The study also evaluated the comparative economic advantage of irrigated longterm
crops in the four agro-ecological zones of Lesotho based on analyses of
profitability coefficients and domestic resource costs. For these, the analysis was carried out using the net present value (NPV) approach. Further, economic
efficiency and policy distortions were examined by the use of such a measure as
the nominal protection ratio (NPR), effective policy ratio (EPR), and net policy
effect (NPE).
The CEA analysis based on the NPV approach yielded higher private returns
relative to economic returns for the measures of economic efficiency and policy
distortions in the Lowlands, Foothills, the Senqu River Valley and the Mountains of
Lesotho for all the crops examined. It was revealed that apples were dominant and
were more profitable in all zones. These results suggest that in the presence of
government intervention, Lesotho could exploit comparative advantage in
contracting production of apples and peaches in the Lowlands and Foothills so that
other activities can expand. In the Mountains, the protection policies have raised
the price of apples by 61 per cent above the social price for importing the
commodity, i.e. Mountain farmers received 61 per cent more than the export parity
prices. In the Senqu River Valley and Mountains, only apples could be contracted.

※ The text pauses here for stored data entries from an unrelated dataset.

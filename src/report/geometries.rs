//! Geometries of the grid as multi-frame XYZ text, for any viewer.

use crate::job::JobResult;
use crate::units::ANGSTROM_PER_BOHR;
use std::fmt::Write;

/// One frame per point of the grid, in its order; the comment line holds the swept values and the first
/// level's energy.
#[must_use]
pub fn render(result: &JobResult) -> String {
    let mut text = String::new();
    let Some(level) = result.levels.first() else {
        return text;
    };
    for point in &level.points {
        let _ = writeln!(text, "{}", point.positions.len());
        let values: Vec<String> = result
            .sweeps
            .iter()
            .zip(&point.values)
            .map(|(sweep, value)| format!("{}={value}", sweep.column))
            .collect();
        let energy = point.record.energy.map_or_else(
            || "not converged".to_owned(),
            |e| format!("energy_hartree={e}"),
        );
        let _ = writeln!(text, "{} {energy}", values.join(" "));
        for (symbol, position) in result.symbols.iter().zip(&point.positions) {
            let [x, y, z] = [position.x, position.y, position.z].map(|v| v * ANGSTROM_PER_BOHR);
            let _ = writeln!(text, "{symbol:<2} {x:18.12} {y:18.12} {z:18.12}");
        }
    }
    text
}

Thus, should economic values of inputs prevail; farmers would receive lower
returns, meaning that they may not compete effectively in the world market.
The results of DRC based on the returns to land when NPV was employed,
indicate that apples, asparagus, cherries and peaches for the Lowlands have
comparative economic advantage, with asparagus production being the highest
followed by peaches. However, in the Foothills apples are more efficient than
peaches although the dominance is weak. However as the majority of farmers lack
easy access to land in Lesotho, it is doubtful if results based on the prevailing land
prices can have much predictive value. The absence of a clear policy and law
enforcement also leads to lack of land price market, which in turn affects the
impact of capital gains and losses. In this case, it may be necessary to conduct
detailed studies to determine the economic prices of land in Lesotho on the basis
of which reliable CEA analysis can be conducted. The study concludes that in the short-term, the commodities examined could
contribute to the attainment of food security in Lesotho. For the future, Lesotho
producers would benefit to a greater extent from expanding production for the
international markets. It must be noted however that the coefficients of the CEA
analyses do not provide sufficient information to guide future decisions for
investment. For more long-term investment decisions, it is recommended that
detailed cost-benefit analyses be carried out for each agro-ecological zone and
location identified for any future project aimed at expanding the production of longterm
crops in Lesotho.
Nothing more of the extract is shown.